DIRECTIONS FOR THIS TASK: Take every line from the entries below that includes the word "NeckEstimate" and copy it.

[Extracted data entries]
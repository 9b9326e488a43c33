package sillet.acoustics.moves;

import java.util.ArrayList;
import java.util.List;
import sillet.acoustics.estimate.HeightSds;
import sillet.acoustics.estimate.InstrumentEvidence;
import sillet.acoustics.estimate.NeckEstimate;
import sillet.acoustics.estimate.NeckEstimator;
import sillet.acoustics.estimate.Occasion;
import sillet.acoustics.estimate.StringHistory;
import sillet.acoustics.neck.StringLie;
import sillet.acoustics.readings.FretReading;
import sillet.acoustics.readings.Reference;
import sillet.acoustics.solve.Outcome;

/** One string read once, by itself, and what to make of it. */
record MoveTask(
    StringLie lie, List<FretReading> readings, Reference against, Aim aim, boolean nutFree) {

  Outcome<MoveEstimate> solve() {
    return estimate(List.of(this))
        .flatMap(one -> MoveSolver.solve(one, aim, nutFree ? NutFreedom.EACH : NutFreedom.FIXED))
        .map(moves -> moves.get(0));
  }

  static Outcome<List<MoveEstimate>> solveWholeNut(List<MoveTask> tasks) {
    return estimate(tasks).flatMap(one -> MoveSolver.solve(one, Aim.NECK, NutFreedom.WHOLE));
  }

  Outcome<Double> cents12At(double saddleMove) {
    return estimate(List.of(this)).flatMap(one -> MoveSolver.cents12At(one, 0, saddleMove));
  }

  private static Outcome<NeckEstimate> estimate(List<MoveTask> tasks) {
    List<StringHistory> strings = new ArrayList<>();
    for (MoveTask task : tasks) {
      strings.add(
          StringHistory.of(
              Occasion.first(task.lie, HeightSds.measured(), task.against, task.readings)));
    }
    return NeckEstimator.estimate(new InstrumentEvidence(strings));
  }
}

SOLUTION TO THIS PROBLEM:
import sillet.acoustics.estimate.NeckEstimate;
  private static Outcome<NeckEstimate> estimate(List<MoveTask> tasks) {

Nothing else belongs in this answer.